See, that's just it. He'll rip up other teams, then a few years later he'll leave us for another team and start ripping us up. Loyalty folks! If he can't stick by a few ten year olds and side with homeless people, you sure as Pete can't expect him to side with the Blazers when it's all said and done.


----------



## I Own 2 Microwaves (May 30, 2007)

what did you expect from the "Assassin"


----------



## Dan (Dec 30, 2002)

HispanicCausinPanic said:


> I crossed over *Duckworth* up at Irving park once and he was pretty cool about it. He did sprain both his ankles, but what are you gonna' do? Go Grant Generals Hoops!


There, I had to fix that for you.


----------



## HispanicCausinPanic (Jul 2, 2005)

Hap said:


> There, I had to fix that for you.


Is that legal? I'm still pretty new. Are you allowed to go and change someone's quote? I see how it is HAP! Let the games begin brutha'!


----------



## Dan (Dec 30, 2002)

HispanicCausinPanic said:


> That was pretty funny Hap. Hey, did I ever tell you that Mike Barrett once emailed me and said you were the coolest poster on BBB? I still can't believe it. I see how it is HAP! I submit to your greatness brutha'!


well that was awful kind of you to say that HCP.


----------



## Minstrel (Dec 31, 2002)

_"In the end it all comes down to talent. You can talk all you want about intangibles, I just don't know what that means. Talent makes winners, not intangibles. Can nice guys win? Sure, nice guys can win - if they're nice guys with a lot of talent. Nice guys with a little talent finish fourth and nice guys with no talent finish last." --Sandy Koufax_

Probably one of the most coherent and realistic things an athlete has ever said about sports.
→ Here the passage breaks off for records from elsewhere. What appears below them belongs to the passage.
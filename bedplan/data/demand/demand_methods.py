"""Four methods, from patients who got a bed to patients who wanted one, each with its range or the reason it can't tell."""

from __future__ import annotations

from dataclasses import replace
from typing import TYPE_CHECKING

import pandas as pd

from bedplan.data.demand.carried_load import load_behind
from bedplan.data.demand.evidence import NINETY, DemandMethod, Evidence, Range
from bedplan.data.demand.open_time import RUSH, OpenTime
from bedplan.data.wards.patients import beds_used, started
from bedplan.errors import ImpossibleFigure
from bedplan.wording import beds_text, percent

if TYPE_CHECKING:
    import numpy as np
    from numpy.typing import NDArray

    from bedplan.data.beside.logs import EventLog
    from bedplan.data.demand.walls import Wall

LIST, SPECIALTY, OPEN_TIME, CARRIED = (
    "the list of those who could not be given a bed",
    "patients of its specialty on every ward",
    "arrivals while a bed was free",
    "the Erlang loss formula, solved for demand",
)
LEAST_SHARE_ELSEWHERE = 0.01  # of its patients' beds: below, they don't matter
MOST_WAITING = 0.05  # of own patients who lay on another ward first or instead, from which they queue; no source
MOSTLY = 0.5
LEAST_TO_TELL = (
    0.1  # of all time with a free bed: with less, free hours don't even tell what there was at most; no source
)
LEAST_SLOPE = 0.15  # beds in use gained for each bed more wanted; below, a ward is too full to tell
NOTABLE = 0.02  # of the time, by which a formula may miss the hours that a ward was full before it is said
SILENCE = 10.0  # usual gaps between a list's entries, from which it was not kept (by chance: 1 in 20,000)


def list_and(names: list[str]) -> str:
    """Write names as people do: "Plover, Heron and Kestrel"."""
    return " and ".join(part for part in (", ".join(names[:-1]), *names[-1:]) if part)


def not_used(name: str, reason: str) -> DemandMethod:
    """Return a method that can't be used here, and why."""
    return DemandMethod(name, used=False, reason=reason)


def by_list(evidence: Evidence, logs: tuple[EventLog, ...], share: Range) -> DemandMethod:
    """How many wanted a bed, by those who had one and lists of those who could not be given one?

    ``share``: lowest and highest share of such cases that get written down; booked patients who were cancelled are
    taken to be written down always. A patient asked for twice counts twice.
    """
    if not logs:
        return not_used(LIST, "No list of patients who could not be given a bed was brought.")
    names, ward = list_and([log.name for log in logs]), evidence.own.ward
    if any(log.kind == "bed requests" for log in logs):
        told = (
            "holds all who asked for a bed, most of whom had one: bring the list of those who could not be given one."
        )
        return not_used(LIST, f"{names} {told}")
    found = [_not_given(evidence, log, share_of(log, share)) for log in logs]
    not_given, variance = (sum(part) for part in zip(*found, strict=True))
    if not_given == 0:
        return not_used(LIST, _nobody_listed(ward, names, logs))
    listed = sum(listed_per_day(evidence, log)[0] for log in logs)
    stands = f", which stand for {not_given:.2f} if {share_text(share)} are written down" if not_given > listed else ""
    reason = (
        f"{evidence.had_a_bed_per_day:.2f} of its patients a day had a bed. {listed:.2f} more are listed as those who "
        f"could not be given one here{stands}."
    )
    return evidence.found(LIST, reason, not_given, variance + evidence.by_chance(evidence.had_a_bed_per_day))


def _nobody_listed(ward: str, names: str, logs: tuple[EventLog, ...]) -> str:
    """Say why lists hold nobody for a ward: reasons nobody understands, perhaps another name, or nobody was noted."""
    unclear = [note for log in logs for note in log.notes_on(ward)]
    if unclear:
        return " ".join(unclear)
    told = f"Nobody is listed for {ward} in {names}: either nobody was sent away, or nobody noted it"
    other = [f"“{name}”" for log in logs for name in log.unknown_wards][:5]
    return f"{told}, or it stands there as {' or '.join(other)}, which have no stays." if other else f"{told}."


def _not_given(evidence: Evidence, log: EventLog, share: Range) -> Range:
    """Return the patients a day who could not be given a bed, and the variance of that figure.

    Three things make it uncertain: who came, who of them was written down, and how sure the planner is of the share.
    """
    listed, days = listed_per_day(evidence, log)
    middle, half = (share[0] + share[1]) / 2, (share[1] - share[0]) / 2
    not_given = listed / middle
    by_chance = (evidence.swing + (1 - middle) / middle) * not_given / days
    return not_given, by_chance + (not_given / middle * half / NINETY) ** 2


def share_of(log: EventLog, share: Range) -> Range:
    """Which share of such cases is written down in this list? Cancellations are taken to be complete."""
    return share if log.kind == "refusals" else (1.0, 1.0)


def share_text(share: Range) -> str:
    """Write a share that is written down: "all", "60 %", "50 % to 70 %"."""
    if share[0] == share[1]:
        return "all" if share[0] == 1 else percent(share[0])
    return f"{percent(share[0])} to {percent(share[1])}"


def listed_per_day(evidence: Evidence, log: EventLog) -> tuple[float, int]:
    """How many a day are on a list for this ward, and over how many days was it kept?"""
    records = evidence.own.records
    mine = log.for_lack_of_beds(evidence.own.ward, records.window)["time"]
    if mine.empty:
        return 0.0, evidence.days
    days = max(int(days_kept(evidence, log).sum()), 1)
    return started(records, mine) / days, days


def days_kept(evidence: Evidence, log: EventLog) -> NDArray[np.bool_]:
    """On which days of the window was this list kept?

    A list that is silent at the start or end of the file for ten usual gaps was not kept then: those days don't count.
    """
    records = evidence.own.records
    first, last = records.window
    times = log.table["time"]
    times = times[(times >= first) & (times < last)]
    silence = max(SILENCE * (times.max() - times.min()) / len(times), pd.Timedelta(days=1))
    began = first if times.min() - first <= silence else times.min().normalize()
    ended = last if last - times.max() <= silence else times.max().normalize() + pd.Timedelta(days=1)
    return (records.calendar >= began) & (records.calendar < ended) & records.counted_days


def by_specialty(evidence: Evidence) -> DemandMethod:
    """How many wanted a bed, by counting the ward's own patients wherever they lay?"""
    own, reason = evidence.own, ""
    if "specialty" not in own.records.stays:
        reason = "The file has no column for the patients' specialty."
    elif not own.specialties:
        reason = (
            "Its patients are of many specialties, most of them at home elsewhere: its own can't be told from others."
        )
    elif evidence.beds_elsewhere < LEAST_SHARE_ELSEWHERE * evidence.own_beds:
        reason = "Hardly any of its patients lay on another ward; those who went to another hospital it can't see."
    if reason:
        return not_used(SPECIALTY, reason)
    reason = (
        f"Patients of {list_and(list(own.specialties))} used {evidence.own_beds:.1f} beds on average: "
        f"{evidence.beds_here:.1f} on {own.ward} and {evidence.beds_elsewhere:.1f} on {_busiest(own.elsewhere)}."
    )
    return evidence.found(SPECIALTY, reason)


def _busiest(stays: pd.DataFrame) -> str:
    """Return the wards of these stays, the one with most of them first, three at most."""
    return list_and([str(name) for name, count in stays["ward"].value_counts().items() if count][:3])


def by_open_time(evidence: Evidence) -> DemandMethod:
    """How many wanted a bed, by those who came from outside while one was free?

    Those who moved in from other wards are added, and the few who lay elsewhere, though some of these may be among
    those who came: if it errs by that, it is towards more.
    """
    opening, reason = evidence.direct, why_not_loss(evidence)
    if not reason and opening is None:
        reason = "The file has dates without times, so the hours with a free bed are not known."
    elif not reason and not opening.can_tell:
        reason = f"In some hour of the week or month a bed was free only {percent(opening.least_open)} of the time: too little."
    return not_used(OPEN_TIME, reason) if reason else _open_time(evidence, opening)


def _open_time(evidence: Evidence, opening: OpenTime) -> DemandMethod:
    """Return what free hours tell; where patients come together, hours with room for all of them, if there are enough."""
    others, room, at_a_time = (
        evidence.moved_in_per_day + evidence.elsewhere_per_day,
        evidence.with_room,
        evidence.together,
    )
    added = f"; {others:.2f} a day who came from other wards of the hospital are added" if others else ""
    told, free, less = opening, "a bed was free", ""
    if at_a_time > 1 and room.can_tell:
        told, free = room, f"{at_a_time} beds were free"
    elif at_a_time > 1:
        less = " Patients come together and there was seldom room for all of them, so this is too low."
    reason = (
        f"{evidence.own.ward} was full {percent(opening.share_full)} of the time. While {free}, "
        f"{told.per_day:.2f} patients a day came from outside{added}.{less}"
    )
    variance = evidence.swing * told.error**2 + evidence.by_chance(others)
    return evidence.found(OPEN_TIME, reason, max(told.per_day - evidence.direct_per_day, 0.0), variance)


def by_carried_load(evidence: Evidence) -> DemandMethod:
    """How many wanted a bed, by the beds in use and the formula for a ward whose patients leave when it is full?"""
    reason = why_not_loss(evidence)
    return not_used(CARRIED, reason) if reason else _carried_load(evidence)


def _carried_load(evidence: Evidence) -> DemandMethod:
    """Return what beds in use tell, if patients go elsewhere at once when the ward is full."""
    in_use, beds = beds_used(evidence.own.records, evidence.on_ward), evidence.beds
    told = f"{in_use:.1f} of {beds.mean():.1f} beds were in use on average"
    try:
        load, slope = load_behind(in_use, beds)
    except ImpossibleFigure:
        slope = 0.0
    if slope < LEAST_SLOPE or in_use <= 0:
        return not_used(CARRIED, f"{told}: demand can't be told from that.")
    not_given = evidence.direct_per_day * (load / in_use - 1.0)
    chance = evidence.by_chance(evidence.had_a_bed_per_day + not_given)
    in_use_error = evidence.mean_stay_days * (chance * (1 + evidence.variation**2)) ** 0.5
    by_use = evidence.direct_per_day / in_use * (1.0 / slope - load / in_use) * in_use_error
    full, expected = min(evidence.share_full, 0.99), 1 - in_use / load
    misfit = evidence.direct_per_day * full / (1.0 - full) - not_given
    told = (
        f"{told}, as if {load:.1f} were wanted. The ward was then full {percent(expected)} of the time by the formula; it "
        f"was {percent(full)}."
    )
    told += " It misses demand, and the range allows for that." if full > expected + NOTABLE else ""
    if evidence.with_room is not None and evidence.with_room.can_tell:
        # Those who come find it full more often than it is by the clock: in busy hours, and just behind one another.
        misfit = max(misfit, evidence.with_room.per_day - evidence.direct_per_day - not_given, key=abs)
    if evidence.minutes is None:
        told += " Without times of day it can't be seen whether patients queue; where they do, this is too high."
    return evidence.found(CARRIED, told, not_given, chance + by_use**2 + misfit**2)


def most_by_beds(evidence: Evidence) -> DemandMethod | None:
    """How many may have wanted a bed at most, by free hours or beds in use where these were refused as too uncertain?

    Where stated beds were hardly ever used: at the level of beds that was. Where patients queue: those who came while
    a bed was free, some of whom may have waited for it. None where neither can be told: no bed is known, most patients
    come by list, or the ward was hardly ever open.
    """
    if evidence.capacity is None or evidence.booked_share > MOSTLY:
        return None
    level = replace(evidence, fewer_beds=evidence.never_used)
    if level.direct is None:
        return next((method for method in (_carried_load(level),) if method.used), None)
    return _open_time(level, level.direct) if level.direct.share_full <= 1 - LEAST_TO_TELL else None


def wall_text(evidence: Evidence) -> str:
    """Say that stated beds were hardly ever used though the ward was often as full as it got; nothing where they were."""
    return " ".join(_one_wall(evidence, wall) for wall in evidence.walls)


def _one_wall(evidence: Evidence, wall: Wall) -> str:
    """Say it of one part of the file."""
    most, ward, fewer, calendar = wall.beds, evidence.own.ward, wall.fewer, evidence.own.records.calendar
    first, last = calendar[wall.first], calendar[wall.end - 1]
    is_whole = wall.end - wall.first == calendar.size
    when = "" if is_whole else f" from {first.day} {first:%B %Y} to {last.day} {last:%B %Y}"
    return (
        f"Hardly ever were more than {most - fewer} patients on {ward}{when}, though {beds_text(most)} are stated as staffed and "
        f"it often had {most - fewer}: {'one of them seems' if fewer == 1 else f'{fewer} of them seem'} not to be there, or to be kept free."
    )


def why_not_loss(evidence: Evidence) -> str:
    """Why can't demand be read from free and full hours here? Nothing where it can: patients then go elsewhere at once."""
    if evidence.capacity is None:
        return "The beds of each day are not known: bring a file of beds by ward and date."
    if evidence.booked_share > MOSTLY:
        return f"{percent(evidence.booked_share)} of its patients are booked: they come by list, not by chance."
    if evidence.walls:
        return f"{wall_text(evidence)} When the ward was full is not known until that is checked."
    own, rush, moved = evidence.own, evidence.rush, evidence.moved_in_per_day / max(evidence.had_a_bed_per_day, 1e-9)
    told, rushed = "", rush is None or rush >= RUSH
    if own.waiting_share > MOST_WAITING:
        where = _busiest(pd.concat([own.on_the_way, own.elsewhere]))
        told = f"{percent(own.waiting_share)} of its own first waited, or lay instead, on {where}"
    elif rushed and moved > MOSTLY:
        told = f"{percent(moved)} of its own come from other wards of the hospital"
    queued = evidence.direct is not None and evidence.direct.is_queued_for
    if told and not rushed:
        return f"{told}: they are counted there, and arrivals while a bed is free would count some of them twice."
    if not told and not queued:
        return ""
    at_once = f"a bed freed while it is full is taken {rush:.0f} times as fast as usual" if rush else ""
    return (
        f"Patients queue for {own.ward}: {', and '.join(part for part in (told, at_once) if part)}. Whoever takes it "
        "had been waiting, so arrivals while a bed is free are not those who ask for one."
    )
It's not primarily about character or intangibles, in the end it's about talent.

It's also instructive to note that Durant took offense to his _teammate_ being embarrassed. I'll take that guy on my team, even if a couple frat boys get hurt.

But I'd rather have Oden, because...c'mon.


----------



## Ed O (Dec 30, 2002)

Minstrel said:


> _"In the end it all comes down to talent. You can talk all you want about intangibles, I just don't know what that means. Talent makes winners, not intangibles. Can nice guys win? Sure, nice guys can win - if they're nice guys with a lot of talent. Nice guys with a little talent finish fourth and nice guys with no talent finish last." --Sandy Koufax_
> 
> Probably one of the most coherent and realistic things an athlete has ever said about sports. It's not primarily about character or intangibles, in the end it's about talent.


Indeed.

Ed O.


----------



## HispanicCausinPanic (Jul 2, 2005)

Hap said:


> well that was awful kind of you to say that HCP.


WOW! I can't keep up! You win, you win!


----------



## Ed O (Dec 30, 2002)

HispanicCausinPanic said:


> Shut up, Hap! When I want your opinion I'll tell you to give it to me.


Woah... you gonna take that, Hap?

Ed O.


----------



## HispanicCausinPanic (Jul 2, 2005)

Ed O said:


> Woah... you gonna take that, Hap?
> 
> Ed O.


So I guess once you pass the 10,000 post mark, you are taught all these cool tricks! I've got a long way to go!!!!!


----------



## barfo (Jan 2, 2003)

mgb said:


> A win by cheating is meaningless


Depends on whether you are playing for money (or girls or pink slips or other valuable items) or not 

barfo


----------



## BlazerFanFoLife (Jul 17, 2003)

Yah well the day of Durants workout i was at a nice restaurant in the pearl and Durant ate my strawberry covered cheesecake while i was sweet talking my date, he also tipped my water cup onto my lap and yelled I'mma Killa before leaving by booting the glass door open. Hows that for being a *******... he also took the girl.


----------



## Banjoriddim (Aug 14, 2004)

The guy sounds like the drunk guy from Borat:biggrin:


----------



## BlayZa (Dec 31, 2002)

durant owning some fratboys = jerk ?

doing the world a favor imo


----------